# Financial Professional - looking to move to Dubai



## Ricardo (Feb 27, 2008)

Hi Everyone,

This is my first time on the site.

My husband and I with our young son are looking to relocate to Dubai. My husband holds the Diploma in Financial Planning. He can also advise on Mortgages, Equity Release and Long Term Care.

Can anyone advise on what he could expect ie salary, benefits etc. He has been in the Financial Services industry for 12 yrs.

Any info you can provide is much appreciated.

Thanks


----------



## Geordie Armani (Jan 24, 2008)

Elphaba will advise, should be on later.


----------



## Ricardo (Feb 27, 2008)

Ok, thanks for that.


----------



## Elphaba (Jan 24, 2008)

As I have mentioned on previous threads, jobs as financial advisors are generally commission only. Equity release and long term care plans (such as in the UK) do not exist in Dubai.

There are a number of financial advisory companies, although only a handful are, in my opinion, any good.

I have to query why after 12 years your husband has just a basic qualification. Not trying to be unkind, but I would have expected rather more qualifications and a wider product knowledge after that length of time.

If he is interests in dealing with mortgages only his only option would be to work for a bank or one of the handful of mortgage brokers, although broking is generally commission only. Another alternative is to seek a role with an offshore insurance company.

Financial servies in the UAE is in its infancy. Many of us are trying to raise standards, but it is a job for someone who can obtain their own clients, knows what they are doing and is self-motivated.


----------



## Ricardo (Feb 27, 2008)

Hi Elphaba,

Thanks for your note.

The diploma in Financial Planning is the new equivalent of the first level of the old style AFPC (MLIA dip?), my husband is currently working towards Chartered Financial Planning status (full AFPC). Wouldn't really be interested in advising on Mortgages but qualified to do so.

He is currently a Technical Consultant for an Offshore Life Company, however purely focused on UK biz (ie trouble shooter, technical expert for IFA's, client scenarios etc). He is now looking to widen his experience.

Can you recommend any Offshore Insurance Companies who you think would be worth contacting?

Many thanks


----------



## Elphaba (Jan 24, 2008)

Ah - I see. I never remember what the new exams are called - I gained by AFPC some 12 years ago! 

Is he looking to work as an IFA? If so, I might be interested. Position is commission only though.

If he wants to work for an insurance company - try Royal Skandia, Friends Provident International and Zurich.


----------



## Ricardo (Feb 27, 2008)

Thanks for the info, however would need guaranteed basic plus commission / benefits package to start with, until I can get established.

Already know these companies, as I used to work for one of them....

Do you know of any private banks that may have relationship manager type positions?

If not, no worries.


Kind regards


----------



## Elphaba (Jan 24, 2008)

Well advisory positions are nearly all commission only.

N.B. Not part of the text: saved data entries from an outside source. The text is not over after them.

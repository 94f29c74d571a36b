import { afterAll, beforeAll, describe, expect, it } from 'vitest'
import request from 'supertest'
import { makeTeam, TEST_PASSWORD, uniqueEmail } from '../support/factories.js'
import { Client, createTestContext, type TestContext } from '../support/test-app.js'

let ctx: TestContext
let team: Awaited<ReturnType<typeof makeTeam>>
beforeAll(async () => {
  ctx = await createTestContext()
  team = await makeTeam(ctx.dataSource)
})
afterAll(() => ctx?.close())

function sessionCookie(res: request.Response): string | undefined {
  const cookies = ([] as string[]).concat(res.headers['set-cookie'] ?? [])
  return cookies.find((c) => c.startsWith('heardwell.sid='))
}

describe('sign-in', () => {
  it('signs in with the right password and answers me with the memberships', async () => {
    const client = new Client(ctx.app)
    const res = await client.signIn(team.users.lead.email, TEST_PASSWORD)
    expect(res.status).toBe(200)
    expect(res.body.user.email).toBe(team.users.lead.email)
    expect(res.body.memberships).toEqual([expect.objectContaining({ studyId: team.study.id, role: 'lead' })])
    expect((await client.get('/api/auth/me')).body.user.id).toBe(team.users.lead.id)
  })

  it('gives the same answer for an unknown e-mail and a wrong password (ASVS 6.3.8)', async () => {
    const wrong = await new Client(ctx.app).signIn(team.users.coder.email, 'not the password at all!')
    const unknown = await new Client(ctx.app).signIn(uniqueEmail('nobody'), 'not the password at all!')
    expect(wrong.status).toBe(401)
    expect(unknown.status).toBe(401)
    expect(wrong.body.detail).toBe(unknown.body.detail)
    expect(wrong.body.title).toBe(unknown.body.title)
    expect(wrong.headers['content-type']).toMatch(/^application\/problem\+json/)
  })

  it('refuses a disabled account and ends its sessions', async () => {
    const admin = new Client(ctx.app)
    await admin.signIn(team.users.admin.email, TEST_PASSWORD)
    const partner = new Client(ctx.app)
    await partner.signIn(team.users.partner.email, TEST_PASSWORD)
    expect((await admin.patch(`/api/users/${team.users.partner.id}`, { disabled: true })).status).toBe(200)
    expect((await partner.get('/api/auth/me')).status).toBe(401)
    expect((await new Client(ctx.app).signIn(team.users.partner.email, TEST_PASSWORD)).status).toBe(401)
    await admin.patch(`/api/users/${team.users.partner.id}`, { disabled: false })
  })

  it('issues a new session id at sign-in, so a planted cookie stays anonymous (session fixation)', async () => {
    const client = new Client(ctx.app)
    const before = sessionCookie(await client.agent.get('/api/auth/csrf'))!
    expect(before).toBeDefined()
    const login = await client.signIn(team.users.coder.email, TEST_PASSWORD)
    const after = sessionCookie(login)!
    expect(after.split(';')[0]).not.toBe(before.split(';')[0])
    const replay = await request(ctx.app).get('/api/auth/me').set('Cookie', before.split(';')[0]!)
    expect(replay.status).toBe(401)
  })

  it('sets the session cookie httpOnly and SameSite=Lax with the idle lifetime', async () => {
    const res = await new Client(ctx.app).signIn(team.users.coder.email, TEST_PASSWORD)
    const cookie = sessionCookie(res)!
    expect(cookie).toMatch(/HttpOnly/i)
    expect(cookie).toMatch(/SameSite=Lax/i)
    expect(cookie).toMatch(/Path=\//)
    expect(cookie).not.toMatch(/Domain=/i)
  })

  it('uses a __Host- prefixed Secure cookie when the public address is https (ASVS 3.3.1, 3.3.3)', async () => {
    const https = await createTestContext({ PUBLIC_URL: 'https://heardwell.example.org', TRUST_PROXY: '1' })
    try {
      const res = await request(https.app).get('/api/auth/csrf').set('X-Forwarded-Proto', 'https')
      const cookie = ([] as string[]).concat(res.headers['set-cookie'] ?? []).find((c) => c.startsWith('__Host-heardwell.sid='))
      expect(cookie).toBeDefined()
      expect(cookie).toMatch(/; Secure/i)
      expect(cookie).toMatch(/HttpOnly/i)
      expect(cookie).not.toMatch(/Domain=/i)
      expect(res.headers['strict-transport-security']).toMatch(/max-age=31536000; includeSubDomains/)
    } finally {
      await https.close()
    }
  })

  it('sign-out destroys the session row; the old cookie no longer works', async () => {
    const client = new Client(ctx.app)
    const login = await client.signIn(team.users.coordinator.email, TEST_PASSWORD)
    const cookie = sessionCookie(login)!.split(';')[0]!
    const sid = decodeURIComponent(cookie.split('=')[1]!).slice(2).split('.')[0]
    expect((await ctx.dataSource.query('SELECT count(*)::int AS n FROM session WHERE sid = $1', [sid]))[0].n).toBe(1)
    expect((await client.post('/api/auth/logout')).status).toBe(204)
    expect((await ctx.dataSource.query('SELECT count(*)::int AS n FROM session WHERE sid = $1', [sid]))[0].n).toBe(0)
    expect((await request(ctx.app).get('/api/auth/me').set('Cookie', cookie)).status).toBe(401)
  })

  it('ends a session that has been idle past its limit (server-side expiry)', async () => {
    const client = new Client(ctx.app)
    await client.signIn(team.users.coder.email, TEST_PASSWORD)
    expect((await client.get('/api/auth/me')).status).toBe(200)
    await ctx.dataSource.query(`UPDATE session SET expire = now() - interval '1 second' WHERE sess->'passport'->>'user' = $1`, [team.users.coder.id])
    expect((await client.get('/api/auth/me')).status).toBe(401)
  })

  it('moves the idle expiry at most once a minute per session, not on every request', async () => {
    const client = new Client(ctx.app)
    await client.signIn(team.users.lead.email, TEST_PASSWORD)
    const expiry = async () => (await ctx.dataSource.query(`SELECT expire FROM session WHERE sess->'passport'->>'user' = $1 ORDER BY expire DESC LIMIT 1`, [team.users.lead.id]))[0].expire.getTime()
    expect((await client.get('/api/auth/me')).status).toBe(200) // the first request moves it
    const moved = await expiry()
    await new Promise((r) => setTimeout(r, 1100))
    expect((await client.get('/api/auth/me')).status).toBe(200)
    expect(await expiry()).toBe(moved) // within the minute: no write
  })

  it('ends a session past the absolute limit however active it is', async () => {
    const client = new Client(ctx.app)
    await client.signIn(team.users.partner.email, TEST_PASSWORD)
    const thirteenHoursAgo = Date.now() - 13 * 3_600_000
    await ctx.dataSource.query(
      `UPDATE session SET sess = jsonb_set(sess::jsonb, '{signedInAt}', to_jsonb($2::bigint))::json WHERE sess->'passport'->>'user' = $1`,
      [team.users.partner.id, thirteenHoursAgo],
    )
    const res = await client.get('/api/auth/me')
    expect(res.status).toBe(401)
    expect(res.body.detail).toMatch(/session has ended/i)
  })

  it('"sign out everywhere else" ends the other sessions and keeps this one', async () => {
    const here = new Client(ctx.app)
    const there = new Client(ctx.app)
    await here.signIn(team.users.lead.email, TEST_PASSWORD)
    await there.signIn(team.users.lead.email, TEST_PASSWORD)
    expect((await here.post('/api/auth/sessions/revoke-others')).status).toBe(204)
    expect((await here.get('/api/auth/me')).status).toBe(200)
    expect((await there.get('/api/auth/me')).status).toBe(401)
  })
})

describe('CSRF protection', () => {
  it('refuses a state-changing request without the token, or with another session\'s token', async () => {
    const client = new Client(ctx.app)
    await client.signIn(team.users.lead.email, TEST_PASSWORD)
    const body = { title: 'Changed without a token' }
    const none = await client.agent.patch(`/api/studies/${team.study.id}`).send(body)
    expect(none.status).toBe(403)
    expect(none.body.type).toMatch(/csrf$/)
    const other = new Client(ctx.app)
    const foreign = await other.refreshCsrf()
    expect((await client.agent.patch(`/api/studies/${team.study.id}`).set('X-CSRF-Token', foreign).send(body)).status).toBe(403)
    expect((await client.patch(`/api/studies/${team.study.id}`, { summary: 'with the token' })).status).toBe(200)
  })

  it('does not accept the token issued before sign-in once the session id rotates', async () => {
    const client = new Client(ctx.app)
    const before = await client.refreshCsrf()
    await client.signIn(team.users.lead.email, TEST_PASSWORD)
    expect(client.csrf).not.toBe(before)
    const res = await client.agent.patch(`/api/studies/${team.study.id}`).set('X-CSRF-Token', before).send({ summary: 'x' })
    expect(res.status).toBe(403)
  })

  it('refuses cross-site origins and non-JSON bodies on writes', async () => {
    const client = new Client(ctx.app)
    await client.signIn(team.users.lead.email, TEST_PASSWORD)
    const evil = await client.agent
      .patch(`/api/studies/${team.study.id}`)
      .set('X-CSRF-Token', client.csrf)
      .set('Origin', 'https://evil.example')
      .send({ summary: 'x' })
    expect(evil.status).toBe(403)
    const plain = await client.agent
      .patch(`/api/studies/${team.study.id}`)
      .set('X-CSRF-Token', client.csrf)
      .set('Content-Type', 'text/plain')
      .send('{"summary":"x"}')
    expect(plain.status).toBe(415)
  })
})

The insurance companies mentioned are the main and best ones. And I would expect you to know of them!

The banking industry here is not like in the UK. There are not masses of private banks who would want to take on a Brit in that role. 


I suggest you may have to rethink you options as Dubai is very different to the UK.


----------



## toni.russo (Sep 29, 2008)

Hi Elphaba,

I'm an italian financial adviser, master in B&A, I am 48 with 19 years of experience, fully qualified €FA (€uropean Financial Planning Association) approaching examination for €FP diploma, working (commission only) for a primary italian independent firm listed on Milano Stock Exchange. I'm a technical analyst daily working with Metastock, Excel etc. I'm looking for job opportunities in Dubai. I've read your posts but I'd like more info:I have excellent technical knowledge and good relationship qualities but I think it would be difficult to find new clients starting from zero in a foreign country and you probably know what does it mean.


----------



## Mac (Jul 6, 2008)

Ricardo said:


> Thanks for the info, however would need guaranteed basic plus commission / benefits package to start with


If you're an IFA after this sort of job you're looking in the wrong place. Dubai is an awesome place and I don't want to put anyone off going there. For jobs with decent basic etc I'd try somewhere like Geneva or Brussels. You'll still be responsible for building your own client base but a lok of companuies will offer experienced advisers a good package. £40/50K pa basic etc.

If you can handle commission only, have enough money behind you to support your self for 6/12 months untill you've got a good client case built up I'd say head to Dubai. The reason people dont get a salary is that the market is a really hard market. Companies dont want people that can "sit" on a monthly salary. They want people that know that if they aint got no business they aint got no money... people that are driven like that can be a huge sucess in Dubai and make fortune. But it's all about how your hard work & risk = reward.


----------